После Февральской революции 1917 года и падения царской власти жизнь в городе стала оживлённей и беспокойней. 1 мая по главной улице прошла такая большая демонстрация, что Михаил Касьянов, вспоминая её, впоследствии писал: «Никак нельзя было поверить, что в Уржуме живёт столько народа. Наверное, все окрестные деревни пришли в город…»

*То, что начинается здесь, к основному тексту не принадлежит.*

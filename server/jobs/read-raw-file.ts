import { randomUUID } from 'node:crypto';
import { countUnread, rawFileById, updateRawFile } from '../../db/queries/raw-files';
import type { RawFileRow } from '../../db/queries/raw-files';
import { insertRun } from '../../db/queries/runs';
import { stationBySystem } from '../../db/queries/stations';
import type { IngestReport } from '../../processing/chunks/chunk';
import type { Deps } from '../deps';
import { derivedId } from '../ids';
import { softwareVersion } from '../paths';
import { presentRawFile } from '../presenters/present';
import { chunkFolder, dropDerived, dropOtherReadings } from '../services/derived-files';
import { layoutDocument, stationDocument } from '../services/documents';
import { resumeRuns } from '../services/runs';
import type { Engine } from './engine';

const PROGRESS_EVERY_MS = 250;

/**
 * Reads one raw file under its layout: chunks on disk, report in its row. What the row says decides what is to do; the row changes to
 * `read` only after the chunks are whole, so a reading that was cut off is simply done again.
 */
export async function readRawFile(
  deps: Deps,
  engine: Engine,
  rawFileId: string,
  isLastTry: boolean,
  signal: AbortSignal,
): Promise<void> {
  const row = await rawFileById(deps.db, rawFileId);
  if (row === null || row.withdrawnAt !== null || !['stored', 'reading'].includes(row.state)) return;
  const station = await stationBySystem(deps.db, row.systemId);
  if (station === null) return;
  await updateRawFile(deps.db, rawFileId, { state: 'reading' });
  const publish = (current: RawFileRow, share: number | null) =>
    deps.events.publish(row.groupId, {
      type: 'raw-file',
      stationSlug: station.slug,
      rawFile: presentRawFile(current),
      share,
    });
  const reading = { ...row, state: 'reading' };
  publish(reading, 0);
  let lastMs = Date.now();
  // A folder of its own: a run may be reading the chunks of the last reading.
  const folderName = randomUUID();
  let outcome: Awaited<ReturnType<Engine['ingestFile']>>;
  try {
    outcome = await engine.ingestFile(
      {
        path: deps.storage.path(row.sha256),
        fileName: row.fileName,
        layout: layoutDocument(row),
        utcOffsetMinutes: stationDocument(station).utcOffsetMinutes,
        outFolder: chunkFolder(deps.config.dataFolder, rawFileId, folderName),
      },
      {
        signal,
        onProgress: (share) => {
          const nowMs = Date.now();
          if (nowMs - lastMs < PROGRESS_EVERY_MS) return;
          lastMs = nowMs;
          publish(reading, share);
        },
      },
    );
  } catch (cause) {
    if (signal.aborted || !isLastTry) throw cause;
    deps.log.error({ err: cause, rawFileId }, 'reading a raw file failed for good');
    await finish(
      deps,
      row,
      unreadable(
        'Reading this file failed on the server, three times. The file itself is stored and safe. Try "read again"; if it fails again, tell whoever runs this server.',
      ),
    );
    return;
  }
  if ('problem' in outcome) {
    await finish(deps, row, unreadable(outcome.problem.userMessage));
    return;
  }
  await finish(deps, row, read(outcome.report, row.layoutHash, folderName));
}

function unreadable(problem: string): Parameters<typeof updateRawFile>[2] {
  return {
    state: 'unreadable',
    problem,
    report: null,
    readWithLayoutHash: null,
    chunkFolder: null,
    rows: null,
    badRows: null,
    firstScanMs: null,
    lastScanMs: null,
  };
}

function read(
  report: IngestReport,
  layoutHash: string,
  folderName: string,
): Parameters<typeof updateRawFile>[2] {
  return {
    state: 'read',
    problem: null,
    report,
    readWithLayoutHash: layoutHash,
    chunkFolder: folderName,
    rows: report.rows,
    badRows: report.badRows,
    firstScanMs: report.firstScanMs,
    lastScanMs: report.lastScanMs,
  };
}

async function finish(
  deps: Deps,
  row: RawFileRow,
  change: Parameters<typeof updateRawFile>[2],
): Promise<void> {
  const now = await rawFileById(deps.db, row.id);
  if (now === null) {
    // Its station was deleted meanwhile.
    await dropDerived(deps.config.dataFolder, [row.id], []);
    return;
  }
  if (now.layoutHash !== row.layoutHash) {
    // Somebody asked for another layout meanwhile: that reading is a job of its own.
    return;
  }
  await updateRawFile(deps.db, row.id, change);
  await dropOtherReadings(deps.config.dataFolder, row.id, change.chunkFolder ?? null);
  const current = await rawFileById(deps.db, row.id);
  const station = await stationBySystem(deps.db, row.systemId);
  if (current !== null && station !== null) {
    deps.events.publish(row.groupId, {
      type: 'raw-file',
      stationSlug: station.slug,
      rawFile: presentRawFile(current),
      share: null,
    });
  }
  await afterReading(deps, row);
}

/** When nothing of the system is left to read: runs that waited for it go on, and a run that was asked for with the upload starts. */
async function afterReading(deps: Deps, row: RawFileRow): Promise<void> {
  if ((await countUnread(deps.db, row.systemId)) > 0) return;
  if (row.computeRecipeHash !== null) {
    await insertRun(deps.db, {
      // The same upload asks for the same run, however often its reading is finished.
      id: derivedId(`run of ${row.id} with ${row.computeRecipeHash}`),
      groupId: row.groupId,
      systemId: row.systemId,
      recipeHash: row.computeRecipeHash,
      askedFromMs: null,
      askedToMs: null,
      fromMs: 0,
      toMs: 0,
      state: 'waiting',
      softwareVersion,
      createdBy: row.createdBy,
    });
  }
  await resumeRuns(deps, row);
}
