import * as constants from './constants';

/**
 * Every threshold and coefficient of the chain in one table, with unit, source and how sure we are of it, so that a reviewer can
 * check or replace a number without reading code. Keys under `recipe.` are the default recipe's settings, path by path; a test holds
 * the two together. Everything else is a coefficient of a published formula or a limit that recipes do not carry.
 */

/**
 * verified: seen in a public document. derived: found by algebra and checked numerically. from-memory: of the named publication, not
 * reread. from-memory-doubtful: check against the original before quoting. project-choice: no publication claims it.
 */
export type DefaultTag = 'verified' | 'derived' | 'from-memory' | 'from-memory-doubtful' | 'project-choice';

export interface DefaultEntry {
  key: string;
  value: number;
  unit: string;
  meaning: string;
  source: string;
  tag: DefaultTag;
}

type Row = [key: string, value: number, unit: string, meaning: string, tag?: DefaultTag, source?: string];

/** A group of rows under one prefix; tag and source hold for every row that states none of its own. */
function group(prefix: string, source: string, tag: DefaultTag, rows: Row[]): DefaultEntry[] {
  return rows.map(([key, value, unit, meaning, ownTag, ownSource]) => ({
    key: prefix === '' ? key : `${prefix}.${key}`,
    value,
    unit,
    meaning,
    source: ownSource ?? source,
    tag: ownTag ?? tag,
  }));
}

const own = 'project choice';
const practice = 'common practice, no source';
const vickersMahrt = 'Vickers & Mahrt (1997), J. Atmos. Oceanic Technol. 14:512–526';
const moncrieff =
  'Kaimal et al. (1972), as parameterised by Moncrieff et al. (1997), J. Hydrol. 188–189:589–611';
const moore = 'Moore (1986), Boundary-Layer Meteorol. 37:17–35';
const fokenBook = 'Foken et al. (2004), Handbook of Micrometeorology, ch. 9';
const horst = 'Horst (1997), Boundary-Layer Meteorol. 82:219–233';
const massman = 'Massman (2000), Agric. For. Meteorol. 104:185–198';
const sonntag = 'Sonntag (1990, 1994)';
const wmo = 'WMO-No. 8, Annex 4.B';
const fao = 'Allen et al. (1998), FAO Irrigation and Drainage Paper 56';
const iso = 'ISO 2533:1975';

const recipeRows: DefaultEntry[] = [
  ...group('recipe.averaging', practice, 'project-choice', [['minutes', 30, 'min', 'Averaging period']]),
  ...group('recipe.completeness', own, 'project-choice', [
    [
      'softMissingPercent',
      10,
      '%',
      'Missing share above which a period is usable at best',
      'project-choice',
      'project choice; 10 % is common in networks',
    ],
    ['hardMissingPercent', 50, '%', 'Missing share above which a period is not processed'],
  ]),
  ...group('recipe.diagnostics', own, 'project-choice', [
    ['softRejectedPercent', 10, '%', 'Share rejected by status or signal strength, soft limit'],
    ['hardRejectedPercent', 30, '%', 'Share rejected by status or signal strength, hard limit'],
    [
      'signalStrength.relativeDropPoints',
      10,
      'percentage points',
      'Drop below the running reference at which samples are dropped',
    ],
    ['signalStrength.referenceDays', 7, 'd', 'Span of the running reference'],
    ['signalStrength.referencePercentile', 95, '%', 'Percentile that is the reference'],
  ]),
  ...group('recipe.plausibility', own, 'project-choice', [
    ['horizontalWindMaxMs', 50, 'm s-1', 'Largest horizontal wind component'],
    ['verticalWindMaxMs', 10, 'm s-1', 'Largest vertical wind component'],
    ['sonicTemperatureDegC.low', -40, '°C', 'Lowest sonic temperature'],
    ['sonicTemperatureDegC.high', 60, '°C', 'Highest sonic temperature'],
    ['co2MoleFraction.low', 150, 'µmol mol-1', 'Lowest CO2'],
    ['co2MoleFraction.high', 1500, 'µmol mol-1', 'Highest CO2'],
    ['h2oMoleFraction.low', -1, 'mmol mol-1', 'Lowest H2O; below zero for noise at frost'],
    ['h2oMoleFraction.high', 60, 'mmol mol-1', 'Highest H2O'],
    ['airPressureKPa.low', 50, 'kPa', 'Lowest pressure'],
    ['airPressureKPa.high', 110, 'kPa', 'Highest pressure'],
    ['hardRemovedPercent', 1, '%', 'Removed share above which the hard flag comes'],
  ]),
  ...group('recipe.despiking', 'Mauder et al. (2013), Agric. For. Meteorol. 169:122–135', 'from-memory', [
    ['threshold', 7, 'σ', 'Distance from the median in Gaussian-equivalent standard deviations'],
  ]),
  ...group('recipe.screening', vickersMahrt, 'from-memory', [
    ['spikeSharePercent.hard', 1, '%', 'Share of replaced points'],
    ['amplitudeResolution.windowPoints', 1000, '1', 'Points per window'],
    ['amplitudeResolution.bins', 100, '1', 'Histogram bins'],
    ['amplitudeResolution.emptyPercent.hard', 70, '%', 'Empty bins in any window'],
    [
      'dropouts.interiorPercent.hard',
      10,
      '%',
      'Longest run in one interior bin',
      'from-memory-doubtful',
      `${vickersMahrt}; the longest-run reading is a project choice`,
    ],
    [
      'dropouts.extremePercent.hard',
      6,
      '%',
      'Longest run in one extreme bin',
      'from-memory-doubtful',
      `${vickersMahrt}; the longest-run reading is a project choice`,
    ],
    ['skewness.soft.low', -1, '1', 'Skewness, soft'],
    ['skewness.soft.high', 1, '1', 'Skewness, soft'],
    ['skewness.hard.low', -2, '1', 'Skewness, hard'],
    ['skewness.hard.high', 2, '1', 'Skewness, hard'],
    ['kurtosis.soft.low', 2, '1', 'Kurtosis, soft'],
    ['kurtosis.soft.high', 5, '1', 'Kurtosis, soft'],
    ['kurtosis.hard.low', 1, '1', 'Kurtosis, hard'],
    ['kurtosis.hard.high', 8, '1', 'Kurtosis, hard'],
    ['discontinuities.windowS', 300, 's', 'Window of the Haar test'],
    ['discontinuities.mean.soft', 2, '1', 'Haar step in the mean, soft'],
    ['discontinuities.mean.hard', 3, '1', 'Haar step in the mean, hard'],
    ['discontinuities.variance.soft', 2, '1', 'Haar step in the variance, soft'],
    ['discontinuities.variance.hard', 3, '1', 'Haar step in the variance, hard'],
    [
      'lag.windowS',
      2,
      's',
      'Half-width of the lag window',
      'project-choice',
      `the test is in ${vickersMahrt}; the window is a placeholder`,
    ],
    [
      'lag.differencePercent.soft',
      30,
      '%',
      'Covariance gained by lag, soft; no hard limit',
      'project-choice',
      `the test is in ${vickersMahrt}, its limits are not known to us: see docs/decisions/0005`,
    ],
    [
      'angleOfAttack.sharePercent.soft',
      5,
      '%',
      'Samples beyond the acceptance angle, soft',
      'project-choice',
      own,
    ],
    [
      'angleOfAttack.sharePercent.hard',
      20,
      '%',
      'Samples beyond the acceptance angle, hard',
      'project-choice',
      own,
    ],
    ['windNonstationarity.ratio.soft', 0.5, '1', 'Change of the wind vector by its mean speed'],
    ['softGrade', 1, '1', 'Grade of a soft flag', 'project-choice', own],
    ['hardGrade', 2, '1', 'Grade of a hard flag', 'project-choice', own],
  ]),
  ...group('recipe.lag', own, 'project-choice', [
    ['windowS', 1, 's', 'Half-width of the search window, at least'],
    ['noiseFactor', 3, '1', 'Maximum must exceed this many times the noise level'],
  ]),
  ...group('recipe.spectralLoss', own, 'project-choice', [
    ['warnFactor', 2, '1', 'Spectral factor above which a flux is usable at best'],
    ['rejectFactor', 5, '1', 'Spectral factor above which a flux is rejected'],
  ]),
  ...group('recipe.stabilityIteration', own, 'project-choice', [
    ['maxPasses', 10, '1', 'Cap of the stability iteration'],
    ['relativeChange', 0.01, '1', 'Relative change of z/L that ends it'],
    ['absoluteChange', 0.001, '1', 'Absolute change of z/L that ends it'],
  ]),
  ...group('recipe.steadyState', 'Foken & Wichura (1996), Agric. For. Meteorol. 78:83–105', 'from-memory', [
    ['subIntervals', 6, '1', 'Short intervals in a period'],
    ['goodPercent', 30, '%', 'Deviation up to which a flux is good'],
    [
      'usablePercent',
      100,
      '%',
      'Deviation up to which a flux is usable',
      'from-memory',
      'Mauder & Foken (2004)',
    ],
  ]),
  ...group('recipe.integralTurbulence', 'Mauder & Foken (2004)', 'from-memory', [
    ['goodPercent', 30, '%', 'Deviation up to which a flux is good'],
    ['usablePercent', 100, '%', 'Deviation up to which a flux is usable'],
  ]),
  ...group('recipe.uncertainty', 'Rannik et al. (2016), Atmos. Meas. Tech. 9:5163, abstract', 'verified', [
    ['maxLagS', 200, 's', 'Largest lag of the covariance sums'],
  ]),
  ...group('recipe.storage', own, 'project-choice', [
    ['edgeMinutes', 5, 'min', 'Width of the short means centred on both ends'],
  ]),
];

В Реальном училище образовался «Союз учащихся», благодаря свободе получивший право в лице своих представителей посещать «святая святых — заседания педагогического совета». В училище стали устраивать «субботники» — приуроченные к субботе вечера музыки и художественного чтения. Николай Заболоцкий тут же ввёл в репертуар чтение иронических стихов и с особым успехом декламировал непревзойдённого остроумца Алексея Константиновича Толстого:

«Верь мне, доктор (кроме шутки!), —

Говорил раз пономарь, —

От яиц крутых в желудке

Образуется янтарь!»

«Здорово выходило у Николая: „Проглотил пятьсот яиц“ с большим таким и очень убедительным „о“, — вспоминал Михаил Касьянов. — Михаил Быков (председатель „Союза учащихся“. — В. М.) пытался приучить публику даже к Маяковскому и для этого, чтобы напугать буржуев, прочёл стихотворение „Вот так я сделался собакой“».

Германская война сменилась Гражданской. Пояса пришлось подтянуть, и молодые реалисты на каникулах устраивались на службу, чтобы подработать денег. Миша Касьянов летом 1918 года стал делопроизводителем, его примеру последовал и Коля Заболоцкий.

Осенью, когда вновь собрались на учёбу, приятели встретились.

«В клубах табачного, в основном махорочного, дыма мы с Николаем читали друг другу свои стихи, критиковали их, осуждали, восторгались и снова осуждали, — вспоминал Михаил Касьянов. — Из посвящённого мне стихотворения Николая помню:

…В темнице закат золотит решётки.

Шумит прибой, и кто-то стонет.

И где-то кто-то кого-то хоронит,

И усталый сапожник набивает колодки.

А человек паладин,

Точно, точно тиран Сиракузский,

С улыбкой презрительной, иронически узкой

Совершенно один, совершенно один.

Мне это стихотворение очень понравилось, особенно последние четыре строки. Оно накидывало на меня романтический плащ. Но Николай мог быть иногда и коварным другом. Нельзя было распознать, когда он говорит серьёзно и когда посмеивается над тем, кому посвящает свои творения».

Заметим, умение вышучивать что-либо или кого-либо с невозмутимо серьёзным видом сохранилось у Заболоцкого на всю жизнь, со временем сделавшись виртуозным. Скрытой или полускрытой иронией, а порой и самоиронией он наделял и устную речь, и свои стихи.